Rareresource
Wednesday, March 3, 2010
Giant Snake Ate Baby Dinosaurs
The final thing hatchling Dinosaurs might have seen were giant snakes, researchers say.
Scientists found out the nearly complete remains of an 11-foot-long, 67-million-year-old serpent coiled around a crushed Dinosaur egg right next to a hatchling in the nest of a sauropod dinosaur, the largest animals to have ever walked the Earth.
"We think that the hatchling had just exited its egg, and that activity attracted the snake," said researcher Dhananjay Mohabey, a paleontologist at the Geological Survey of India. It was such a thrill to find out such a portentous moment frozen in time.

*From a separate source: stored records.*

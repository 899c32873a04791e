import { describe, expect, it } from 'vitest';
import type { StudyAtom } from '#engine';
import { placeBasis } from '../../../engine/basis/place-basis';
import { molecularIntegrals } from '../../../engine/calculation/molecular-integrals';
import { closedShellFock } from '../../../engine/configuration-interaction/singles';
import { solveConfigurationInteraction } from '../../../engine/configuration-interaction/solve';
import { transformToOrbitals } from '../../../engine/integrals/orbital-transformation';
import {
  restrictedSecondOrder,
  type SpinOrbitals,
  unrestrictedSecondOrder,
} from '../../../engine/perturbation/second-order';
import { superposeAtomicDensities } from '../../../engine/self-consistent-field/initial-guess';
import { columnRange } from '../../../engine/self-consistent-field/mean-field';
import { solveUnrestricted } from '../../../engine/self-consistent-field/open-shell';
import { solveRestricted } from '../../../engine/self-consistent-field/restricted';
import { UNATTENDED } from '../../../engine/termination';
import { atom, prepare, study, waterAtoms } from '../../support/studies';

function setUp(atoms: readonly StudyAtom[], basis: string) {
  const prepared = prepare(study(atoms, { basis, levels: ['UHF'] }));
  const molecule = prepared.moleculeAt(null);
  const placed = placeBasis(prepared.basisSet, molecule);
  const { problem } = molecularIntegrals(molecule, placed);
  const start = { kind: 'density', density: superposeAtomicDensities(molecule, placed) } as const;
  return { problem, start, electrons: prepared.electrons, n: problem.functionCount };
}

function spinOrbitals(
  coefficients: Float64Array,
  energies: Float64Array,
  n: number,
  occupied: number,
): SpinOrbitals {
  const m = energies.length;
  return {
    occupied: columnRange(coefficients, n, m, 0, occupied),
    virtual: columnRange(coefficients, n, m, occupied, m),
    occupiedEnergies: energies.subarray(0, occupied),
    virtualEnergies: energies.subarray(occupied),
  };
}

function closedShell(atoms: readonly StudyAtom[], basis: string) {
  const { problem, start, electrons, n } = setUp(atoms, basis);
  const solution = solveRestricted(problem, electrons, [start], UNATTENDED);
  const orbitals = spinOrbitals(solution.coefficients, solution.orbitalEnergies, n, electrons / 2);
  return { problem, n, electrons, solution, orbitals };
}

function openShell(atoms: readonly StudyAtom[], basis: string, alpha: number, beta: number): number {
  const { problem, start, n } = setUp(atoms, basis);
  const { coefficients, orbitalEnergies } = solveUnrestricted(problem, [alpha, beta], [start], UNATTENDED);
  const { sameSpin, oppositeSpin } = unrestrictedSecondOrder(
    problem.repulsion,
    n,
    spinOrbitals(coefficients[0], orbitalEnergies[0], n, alpha),
    spinOrbitals(coefficients[1], orbitalEnergies[1], n, beta),
  );
  return sameSpin + oppositeSpin;
}

describe('second-order energy', () => {
  it.each([
    ['H2', [atom('H'), atom('H', 0, 0, 1.4)], '6-31G'],
    ['LiH', [atom('Li'), atom('H', 0, 0, 3)], 'STO-3G'],
    ['H2O', waterAtoms(1.8, 104.5), 'STO-3G'],
  ])(
    'independent: for %s half the curvature of the full-CI energy from Fock operator to Hamiltonian',
    (_, atoms, basis) => {
      const { problem, n, electrons, solution, orbitals } = closedShell(atoms, basis);
      const { sameSpin, oppositeSpin } = restrictedSecondOrder(problem.repulsion, n, orbitals);
      const integrals = transformToOrbitals({
        oneElectron: problem.coreHamiltonian,
        repulsion: problem.repulsion,
        coefficients: solution.coefficients,
        orbitalCount: solution.orbitalCount,
        frozen: 0,
        active: solution.orbitalCount,
        nuclearRepulsion: 0,
      });
      const fock = closedShellFock(integrals, electrons / 2);
      // H(λ) = F + λ(H − F): the second-order energy is half the second derivative at λ = 0
      const energy = (lambda: number) =>
        solveConfigurationInteraction(
          {
            ...integrals,
            oneElectron: fock.map((value, k) => (1 - lambda) * value + lambda * integrals.oneElectron[k]),
            twoElectron: integrals.twoElectron.map((value) => lambda * value),
          },
          {
            alphaElectrons: electrons / 2,
            betaElectrons: electrons / 2,
            maximumRank: Number.POSITIVE_INFINITY,
            states: 1,
            residualTolerance: 1e-9,
          },
        ).states[0].energy;
      const curvature = (h: number) => (energy(h) - 2 * energy(0) + energy(-h)) / (2 * h * h);
      // two step lengths, extrapolated to fourth order
      const numerical = (4 * curvature(5e-3) - curvature(1e-2)) / 3;
      expect(Math.abs(sameSpin + oppositeSpin - numerical)).toBeLessThan(1e-6);
      expect(sameSpin + oppositeSpin).toBeLessThan(-1e-3);
    },
  );

  it('identity: orbitals of their own for the spins change nothing for a closed shell', () => {
    const { problem, n, orbitals } = closedShell(waterAtoms(1.9, 100), '6-31G');
    const restricted = restrictedSecondOrder(problem.repulsion, n, orbitals);
    const unrestricted = unrestrictedSecondOrder(problem.repulsion, n, orbitals, orbitals);
    expect(Math.abs(restricted.sameSpin - unrestricted.sameSpin)).toBeLessThan(1e-12);
    expect(Math.abs(restricted.oppositeSpin - unrestricted.oppositeSpin)).toBeLessThan(1e-12);
  });

  it('identity: it is size-consistent, an open-shell atom far from a molecule adds its own', () => {
    const hydride = [atom('Be', 300), atom('H', 300, 0, 2.5), atom('H', 300, 0, -2.5)];
    const sum = openShell([atom('N')], '6-31G', 5, 2) + openShell(hydride, '6-31G', 3, 3);
    expect(Math.abs(openShell([atom('N'), ...hydride], '6-31G', 8, 5) - sum)).toBeLessThan(1e-8);
  });

  it('identity: a single electron is not correlated', () => {
    expect(openShell([atom('H')], '6-31G', 1, 0)).toBe(0);
  });
});
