/*
 * How levels look in every figure, in the window and on paper. Colours are from P. Tol, Colour Schemes, SRON
 * technical note SRON/EPS/TN/09-002, issue 3.2 (2021), made to be told apart by colour-blind readers: the
 * "bright" scheme on white, the "light" scheme on dark grounds. Dashes and markers say the same once more for
 * prints in grey.
 */

/** "bright" */
const BLUE = '#4477AA';
const RED = '#EE6677';
const GREEN = '#228833';
const YELLOW = '#CCBB44';
const CYAN = '#66CCEE';
const PURPLE = '#AA3377';

/** "light" */
const LIGHT_BLUE = '#77AADD';
const LIGHT_CYAN = '#99DDFF';
const MINT = '#44BB99';
const LIGHT_YELLOW = '#EEDD88';
const ORANGE = '#EE8866';
const PINK = '#FFAABB';

export type MarkerShape = 'circle' | 'square' | 'triangle-up' | 'triangle-down' | 'diamond';

export interface LevelStyle {
  readonly colour: string;
  readonly colourOnDark: string;
  /** lengths of strokes and gaps in points; empty: a solid line */
  readonly dash: readonly number[];
  readonly shape: MarkerShape;
}

const RESTRICTED: LevelStyle = {
  colour: BLUE,
  colourOnDark: LIGHT_BLUE,
  dash: [6, 1.6, 1.2, 1.6],
  shape: 'triangle-up',
};

/** Full CI is solid, as the curve that the others are measured by. */
const LEVEL_STYLES: Readonly<Record<string, LevelStyle>> = {
  RHF: RESTRICTED,
  ROHF: RESTRICTED,
  UHF: { colour: CYAN, colourOnDark: LIGHT_CYAN, dash: [2.4, 1.6], shape: 'triangle-down' },
  CIS: { colour: PURPLE, colourOnDark: PINK, dash: [1.2, 1.6], shape: 'diamond' },
  MP2: { colour: YELLOW, colourOnDark: LIGHT_YELLOW, dash: [1.2, 1.2], shape: 'diamond' },
  CISD: { colour: RED, colourOnDark: ORANGE, dash: [4, 2], shape: 'square' },
  FCI: { colour: GREEN, colourOnDark: MINT, dash: [], shape: 'circle' },
};

const OTHER_LEVELS: readonly LevelStyle[] = [
  { colour: PURPLE, colourOnDark: PINK, dash: [1.6, 1.6], shape: 'diamond' },
  { colour: YELLOW, colourOnDark: LIGHT_YELLOW, dash: [7, 2], shape: 'triangle-down' },
  { colour: CYAN, colourOnDark: LIGHT_CYAN, dash: [5, 1.6, 1.2, 1.6, 1.2, 1.6], shape: 'square' },
];

/** A level looks the same in every figure; `levels` only orders those that have no look of their own. */
export function styleOfLevel(level: string, levels: readonly string[]): LevelStyle {
  const own = LEVEL_STYLES[level];
  if (own) return own;
  const place = levels.filter((other) => !(other in LEVEL_STYLES)).indexOf(level);
  return OTHER_LEVELS[Math.max(0, place) % OTHER_LEVELS.length]!;
}
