import { distance } from 'fastest-levenshtein';

/**
 * The candidate nearest to a misspelt word, case aside, and of those as near the one nearest in length; undefined if
 * none is near enough to be meant.
 */
export function nearest(word: string, candidates: readonly string[]): string | undefined {
  const lower = word.toLowerCase();
  const ranked = candidates
    .map((candidate) => ({
      candidate,
      edits: distance(lower, candidate.toLowerCase()),
      lengthDifference: Math.abs(lower.length - candidate.length),
    }))
    .sort((a, b) => a.edits - b.edits || a.lengthDifference - b.lengthDifference);
  const best = ranked[0];
  // more than half of the letters wrong is another word
  return best && best.edits <= Math.max(lower.length, best.candidate.length) / 2 ? best.candidate : undefined;
}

The dinosaur eggs likely were laid along the sandy banks of a small, quiet tributary and sheltered afterward by the mother with a thin layer of sediment. These dinosaurs did not seem to look after their young - no evidence for adults has been established at the site.
The fact the bones and delicate structures, such as eggshells and the snake's skull, are set in anatomical order (as they would appear in real life) points to rapid entombment of a serpent caught in the act, as opposed to them all getting washed together after they died.
"Burial was rapid and deep," said Shanan Peters-, a geologist at the University of Wisconsin. Probably a pulse of slushy mud and sand released during a storm.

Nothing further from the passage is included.